Sur le papier, il s’agissait du meilleur groupe possible pour conclure un festival. On reste cependant sur notre faim. Jungle a changé depuis ses débuts sur scène, faisant place à un show plus rôdé et moins humain. Moins clinquante en concert que sur disques, la soul-funk des Anglais peine à prendre possession de l’assistance avec « Platoon » ou encore « The Heat ». Moment de folie cependant sur « Busy Earnin’ », hit magistral où il est impossible de ne pas esquisser quelques pas de danse. Mais justement, où était la danse sur scène ? Celle qui est tellement liée à Jungle est si peu présente on stage que c’en est outrageant. On notera en revanche la très belle scénographie avec l’omniprésence de vert et les lettres « JUNGLE » animées différemment selon les morceaux.

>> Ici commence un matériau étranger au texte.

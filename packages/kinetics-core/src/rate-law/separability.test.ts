import { labelOf } from "kinetics-core/simulation";
import { describe, expect, it } from "vitest";
import { fitRateLaw } from "./fit-rate-law";
import type { RateLawFit, RateLawInput } from "./rate-law";

function law(input: RateLawInput): RateLawFit {
  const result = fitRateLaw(input);
  if (result.status !== "fitted") throw new Error(`expected a law, got ${result.status}: ${result.message}`);
  return result;
}

function runsOf(
  species: readonly string[],
  recipes: readonly (readonly number[])[],
  rate: (c: readonly number[]) => number,
): RateLawInput {
  return {
    species,
    runs: recipes.map((recipe, j) => ({
      label: labelOf(j),
      concentrations: Object.fromEntries(species.map((name, i) => [name, recipe[i] ?? 0])),
      // A little scatter, so that intervals exist.
      rate: rate(recipe) * (1 + 0.01 * Math.sin(5 * j + 1)),
    })),
  };
}

describe("orders that cannot be told apart", () => {
  it("two species varied in proportion: only the sum of their orders is known, and it is given", () => {
    const recipes = [0.01, 0.02, 0.04, 0.08, 0.16].map((c) => [c, 2 * c]);
    const fit = law(runsOf(["A", "B"], recipes, ([a = 0, b = 0]) => 3 * a * b ** 0.5));
    expect(fit.separable).toBe(false);
    expect(fit.orders.A?.estimate).toBeNull();
    expect(fit.orders.B?.estimate).toBeNull();
    // ln k would need each order: B is twice A everywhere.
    expect(fit.rateConstant.estimate).toBeNull();
    expect(fit.covariance).toBeNull();
    expect(fit.simpleOrders.reading).toEqual({ A: "undetermined", B: "undetermined" });
    expect(fit.simpleOrders.orders).toEqual({});
    expect(fit.undetermined.map((one) => one.combination)).toEqual([{ A: 1, B: -1 }]);
    expect(fit.determined[0]?.combination).toEqual({ A: 1, B: 1 });
    expect(fit.determined[0]?.value.estimate).toBeCloseTo(1.5, 1);
    expect(fit.determined[0]?.value.interval).not.toBeNull();
    const message = fit.undetermined[0]?.message ?? "";
    expect(message).toContain("A and B were varied together");
    expect(message).toContain("the order in A plus that in B is known, 1.5");
    expect(message).toContain("A run like R03 with B at 0.04 or 0.16 mol L⁻¹ and everything else kept");
    expect(fit.flags.find((flag) => flag.code === "orders-not-separable")?.severity).toBe("blocks");
    // The rate at the centre is known all the same, and a budget stands behind it.
    expect(fit.centre.rate.interval).not.toBeNull();
    expect(fit.budget.length).toBeGreaterThan(0);
  });

  it("a species that goes as the square of another: the combination carries the factor", () => {
    const recipes = [0.1, 0.2, 0.4, 0.8].map((c) => [c, c ** 2]);
    const fit = law(runsOf(["A", "B"], recipes, ([a = 0, b = 0]) => a * b));
    expect(fit.undetermined[0]?.combination).toEqual({ A: 1, B: -0.5 });
    expect(fit.undetermined[0]?.message).toContain("the order in A plus 2 times that in B is known");
    expect(fit.determined[0]?.value.estimate).toBeCloseTo(3, 1);
    // Both pass through 1 mol/L in step, so k is known although the orders are not.
    expect(fit.rateConstant.estimate).not.toBeNull();
  });

  it("a species that was never varied: its order is open, the others stand, and holding it is the way out", () => {
    const recipes = [0.01, 0.02, 0.04, 0.08].map((c) => [c, 0.5]);
    const input = runsOf(["A", "B"], recipes, ([a = 0, b = 0]) => 2 * a * b);
    const fit = law(input);
    expect(fit.orders.A?.estimate).toBeCloseTo(1, 1);
    expect(fit.orders.A?.interval).not.toBeNull();
    expect(fit.orders.B?.estimate).toBeNull();
    expect(fit.undetermined).toHaveLength(1);
    expect(fit.undetermined[0]?.message).toContain("B was the same in every run, 0.5 mol L⁻¹");
    expect(fit.undetermined[0]?.message).toContain("with B at 0.25 or 1 mol L⁻¹");
    expect(fit.simpleOrders.orders).toEqual({ A: 1 });
    const held = law({ ...input, orders: { B: 0 } });
    expect(held.separable).toBe(true);
    expect(held.rateConstant.unit).toMatch(/s\^-1$/);
    expect(held.simpleOrders.rateConstant.estimate).toBeCloseTo(1, 1);
    expect(held.simpleOrders.rateConstant.unit).toBe("s^-1");
  });

  it("three species tied by one relation, a fourth free of it", () => {
    const recipes = [
      [0.1, 0.1, 0.1, 0.1],
      [0.2, 0.1, 0.2, 0.1],
      [0.1, 0.2, 0.2, 0.1],
      [0.2, 0.2, 0.4, 0.1],
      [0.1, 0.1, 0.1, 0.3],
      [0.4, 0.1, 0.4, 0.3],
    ];
    const fit = law(runsOf(["A", "B", "C", "D"], recipes, ([a = 0, b = 0, c = 0, d = 0]) => a * b * c * d));
    expect(fit.orders.D?.estimate).toBeCloseTo(1, 1);
    expect(["A", "B", "C"].map((name) => fit.orders[name]?.estimate)).toEqual([null, null, null]);
    expect(fit.undetermined[0]?.combination).toEqual({ A: 1, B: 1, C: -1 });
    expect(fit.undetermined[0]?.message).toContain("A, B and C were varied together");
    expect(fit.determined.map((one) => one.combination)).toEqual([
      { A: 1, C: 1 },
      { B: 1, C: 1 },
    ]);
  });

  it("species varied almost in step block although the arithmetic would go through", () => {
    const recipes = [
      [0.01, 0.02],
      [0.02, 0.041],
      [0.04, 0.079],
      [0.08, 0.162],
      [0.16, 0.318],
    ];
    const fit = law(runsOf(["A", "B"], recipes, ([a = 0, b = 0]) => a * b));
    expect(fit.separable).toBe(false);
    expect(fit.orders.A?.estimate).not.toBeNull();
    expect(fit.undetermined[0]?.message).toContain("A was varied almost in step with B");
    expect(fit.undetermined).toHaveLength(1);
  });

  it("a spread that pipetting alone could make blocks", () => {
    const recipes = [0.1, 0.11, 0.12, 0.13].map((c) => [c]);
    const input = runsOf(["A"], recipes, ([a = 0]) => a);
    expect(law(input).separability[0]?.severity).toBe("blocks");
    const wider = runsOf(
      ["A"],
      [0.1, 0.15, 0.2].map((c) => [c]),
      ([a = 0]) => a,
    );
    expect(law(wider).separability[0]?.severity).toBe("weakens");
    const poured = {
      ...wider,
      runs: wider.runs.map((run) => ({ ...run, relativeUncertainty: { A: 0.12 } })),
    };
    expect(law(poured).separability[0]?.severity).toBe("blocks");
  });

  it("the measure is that of the standard error: s over √m times the conditional spread", () => {
    const recipes = [
      [0.01, 0.02],
      [0.02, 0.03],
      [0.04, 0.02],
      [0.08, 0.05],
      [0.02, 0.08],
    ];
    const fit = law(runsOf(["A", "B"], recipes, ([a = 0, b = 0]) => a * b));
    const scatter = fit.betweenRunStandardDeviation ?? Number.NaN;
    for (const measure of fit.separability) {
      expect(fit.orders[measure.species]?.standardError).toBeCloseTo(
        scatter / (Math.sqrt(5) * measure.conditionalSpread),
        10,
      );
    }
  });
});

describe("small and degenerate studies", () => {
  it("all runs equal: no order, no k, the rate there with its interval, each said in words", () => {
    const fit = law(
      runsOf(
        ["A", "B"],
        [1, 2, 3, 4].map(() => [0.1, 0.2]),
        () => 5e-6,
      ),
    );
    expect(fit.orders.A?.estimate).toBeNull();
    expect(fit.orders.B?.estimate).toBeNull();
    expect(fit.rateConstant.estimate).toBeNull();
    expect(fit.undetermined.map((one) => one.message.split(",")[0])).toEqual([
      "A was the same in every run",
      "B was the same in every run",
    ]);
    expect(fit.centre.rate.estimate).toBeGreaterThan(4.9e-6);
    expect(fit.centre.rate.interval).not.toBeNull();
    expect(fit.degreesOfFreedom).toBe(3);
  });

  it("all runs equal to the last digit: no zero divides anything", () => {
    const runs = [1, 2, 3].map((j) => ({ label: `R${j}`, concentrations: { A: 0.1 }, rate: 2e-5 }));
    const fit = law({ species: ["A"], runs });
    expect(JSON.stringify(fit)).not.toMatch(/NaN|Infinity/);
    expect(fit.centre.rate.estimate).toBeCloseTo(2e-5, 12);
  });

  it("one run: too few for an order, enough for k with the orders held", () => {
    const input: RateLawInput = {
      species: ["A"],
      runs: [{ label: "R01", concentrations: { A: 0.1 }, rate: 2e-3 }],
    };
    const result = fitRateLaw(input);
    expect(result.status).toBe("too-few-runs");
    if (result.status === "too-few-runs") expect(result.message).toContain("R01 alone");
    const held = law({ ...input, orders: { A: 1 } });
    expect(held.rateConstant.estimate).toBeCloseTo(0.02, 12);
    expect(held.rateConstant.interval).toBeNull();
    expect(held.flags.some((flag) => flag.code === "no-freedom")).toBe(true);
  });

  it("two runs for two orders: what they determine is given, the rest is open", () => {
    const fit = law(
      runsOf(
        ["A", "B"],
        [
          [0.1, 0.1],
          [0.2, 0.1],
        ],
        ([a = 0]) => a,
      ),
    );
    expect(fit.orders.A?.estimate).not.toBeNull();
    expect(fit.orders.B?.estimate).toBeNull();
    expect(fit.orders.A?.interval).toBeNull();
  });

  it("no species and no runs are said in words", () => {
    expect(fitRateLaw({ species: [], runs: [] }).status).toBe("no-species");
    const empty = fitRateLaw({ species: ["A"], runs: [] });
    expect(empty.status).toBe("no-positive-rates");
    if (empty.status === "no-positive-rates") expect(empty.message).toContain("There is no run yet");
  });
});
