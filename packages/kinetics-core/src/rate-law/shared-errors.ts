import { type Flag, inARow } from "kinetics-core/quantities";
import type { RateLawInput, SharedUncertainty } from "./rate-law";
import type { UsableRun } from "./usable-runs";

/**
 * Errors that runs share. A common relative error e of a stock moves ln v by Σ n_i e over the species made from it; on
 * the rate (ε·l) it moves the measured ln v by e. Where one calibration gives both the rates and a stock's
 * concentration the two partly cancel: the effect is 1 − Σ n_i.
 */
export interface SharedError {
  readonly source: string;
  readonly species: readonly number[];
  readonly onRate: boolean;
  readonly relative: number;
  /** Indices of the runs that share it; null where all do alike, so that it moves k and never the orders. */
  readonly runs: readonly number[] | null;
  /** For each of `runs`: how many times `relative` it moves each of `species`. Null where all are 1. */
  readonly factors: readonly (readonly number[])[] | null;
}

export function sharedErrors(
  input: RateLawInput,
  runs: readonly UsableRun[],
): { readonly errors: readonly SharedError[]; readonly flags: readonly Flag[] } {
  const flags: Flag[] = [];
  const errors = (input.shared ?? []).flatMap((shared) => {
    const unknown = shared.species.filter((name) => !input.species.includes(name));
    if (unknown.length > 0)
      flags.push({
        code: "shared-species-unknown",
        severity: "weakens",
        message: `The shared error ${sourceOf(shared)} names ${inARow(unknown)}, which the law does not contain; that part was not counted. Correct the name, or add the species to the law.`,
      });
    if (!(shared.relative > 0) || !Number.isFinite(shared.relative)) return [];
    const common = membersOf(shared, runs);
    const members = shared.factors === undefined ? common : (common ?? runs.map((_, j) => j));
    if (members !== null && members.length === 0) return [];
    const species = [...new Set(shared.species)]
      .map((name) => input.species.indexOf(name))
      .filter((i) => i >= 0);
    return [
      {
        source: sourceOf(shared),
        species,
        onRate: shared.onRate ?? false,
        relative: shared.relative,
        runs: members,
        factors:
          shared.factors === undefined || members === null
            ? null
            : members.map((j) => species.map((i) => factorOf(shared, runs[j], input.species[i]))),
      },
    ];
  });
  return { errors, flags };
}

/** Change of ln v per unit of the relative error; in the `member`-th of its runs where its factors differ. */
export function effectOf(error: SharedError, orders: readonly number[], member?: number): number {
  const factors = member === undefined ? undefined : error.factors?.[member];
  return error.species.reduce(
    (sum, i, place) => sum - (orders[i] ?? 0) * (factors?.[place] ?? 1),
    error.onRate ? 1 : 0,
  );
}

/** Standard deviation that the error brings to each run's ln v, with its sign. */
export function loadingOf(error: SharedError, orders: readonly number[], rows: number): Float64Array {
  const column = new Float64Array(rows);
  if (error.runs === null) column.fill(error.relative * effectOf(error, orders));
  else
    error.runs.forEach((j, member) => {
      column[j] = error.relative * effectOf(error, orders, member);
    });
  return column;
}

/** Readings of one mixture have one recipe, so the first that is named speaks for all. */
function factorOf(shared: SharedUncertainty, run: UsableRun | undefined, species = ""): number {
  const label = run?.readings.find((reading) => shared.factors?.[reading] !== undefined);
  const factor = label === undefined ? undefined : shared.factors?.[label]?.[species];
  return factor !== undefined && Number.isFinite(factor) ? factor : 1;
}

/** An averaged run shares an error if any of its readings does: it is one mixture. */
function membersOf(shared: SharedUncertainty, runs: readonly UsableRun[]): readonly number[] | null {
  if (shared.runs === undefined) return null;
  const labels = new Set(shared.runs);
  const members = runs.flatMap((run, j) => (run.readings.some((label) => labels.has(label)) ? [j] : []));
  return members.length === runs.length ? null : members;
}

function sourceOf(shared: SharedUncertainty): string {
  if (shared.source !== undefined && shared.source !== "") return shared.source;
  const stock = shared.species.length > 0 ? `Stock of ${inARow(shared.species)}` : "";
  const what = shared.onRate === true ? (stock === "" ? "Rate scale" : `${stock} and the rate scale`) : stock;
  const named = what === "" ? "Shared error" : what;
  return shared.runs === undefined ? named : `${named} (${inARow(shared.runs, 4)})`;
}
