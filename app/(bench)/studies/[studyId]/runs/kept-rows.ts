import "server-only";
import { notFound } from "next/navigation";
import { type ActionResult, done } from "@/app/_server/action-result";
import { type ChangedLaw, changeWithEffect } from "@/app/_server/study-change";
import type { Handle } from "@/db/database";
import { newIdentifier } from "@/db/identifier";
import type { Actor } from "@/db/member/actor";
import type { Sheet, SheetRun } from "@/db/sheet/sheet.schema";
import { readStudy } from "@/db/study/study.queries";
import { changeRows, type RowReader, type RowsRefusal } from "./change-rows";
import type { Cells } from "./run-row";
import type { RowEdit } from "./schema";

export type KeptRows =
  /** `runIds` by the page's key of each row. */
  | ({ readonly status: "kept"; readonly runIds: Readonly<Record<string, string>> } & ChangedLaw)
  /** Some rows are not read; nothing was kept. By row key and column. */
  | { readonly status: "faults"; readonly faults: RowsRefusal }
  /** Others changed the same rows: their texts as they are now, by run id. */
  | {
      readonly status: "conflict";
      readonly revision: number;
      readonly theirs: Readonly<Record<string, Cells>>;
    };

interface RowTexts extends RowReader {
  readonly cellsOf: (run: SheetRun) => Cells;
}

/** Keeps edited and new rows of a grid as one revision, read as that grid reads them. */
export async function keptRows(
  db: Handle,
  actor: Actor,
  input: { readonly studyId: string; readonly base: number; readonly rows: readonly RowEdit[] },
  textsOf: (sheet: Sheet) => RowTexts,
): Promise<ActionResult<KeptRows>> {
  const study = (await readStudy(db, actor, input.studyId)) ?? notFound();
  const reader = textsOf(study.sheet);
  const runIds = Object.fromEntries(input.rows.map((row) => [row.key, row.runId ?? newIdentifier()]));
  const seen: { faults: RowsRefusal | null; conflict: boolean } = { faults: null, conflict: false };
  const outcome = await changeWithEffect(db, actor, input.studyId, async () => {
    const result = await changeRows(db, actor, input, { rows: input.rows, runIds, reader });
    if ("faults" in result) {
      seen.faults = result.faults;
      return { status: "unchanged" };
    }
    seen.conflict = result.status === "conflict";
    return result;
  });
  if (seen.faults !== null) return done({ status: "faults", faults: seen.faults });
  if (seen.conflict) {
    const { sheet, revision } = (await readStudy(db, actor, input.studyId)) ?? notFound();
    const { cellsOf } = textsOf(sheet);
    const wanted = new Set(input.rows.map(({ runId }) => runId));
    const theirs = sheet.runs.flatMap((run) => (wanted.has(run.id) ? [[run.id, cellsOf(run)] as const] : []));
    return done({ status: "conflict", revision, theirs: Object.fromEntries(theirs) });
  }
  return outcome.ok ? done({ status: "kept", runIds, ...outcome.value }) : outcome;
}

23000 places ont été vendues pour cette 25e édition de La Route du Rock qui nous a présenté à la fois gros flops et gros tops, mais toujours dans un esprit indie. Un chiffre moins important que l’an dernier, dû notamment au désistement de Björk (pas forcément un mal). On restera probablement marqué à vie par le concert parfait de Savages et le traumatisme Hinds. Une édition 2015 synonyme aussi d’une vraie amélioration dans son accueil et dans le fait qu’il n’ait pas plu. Comme le disent les programmateurs de La Route du Rock : « Dieu doit être indé ».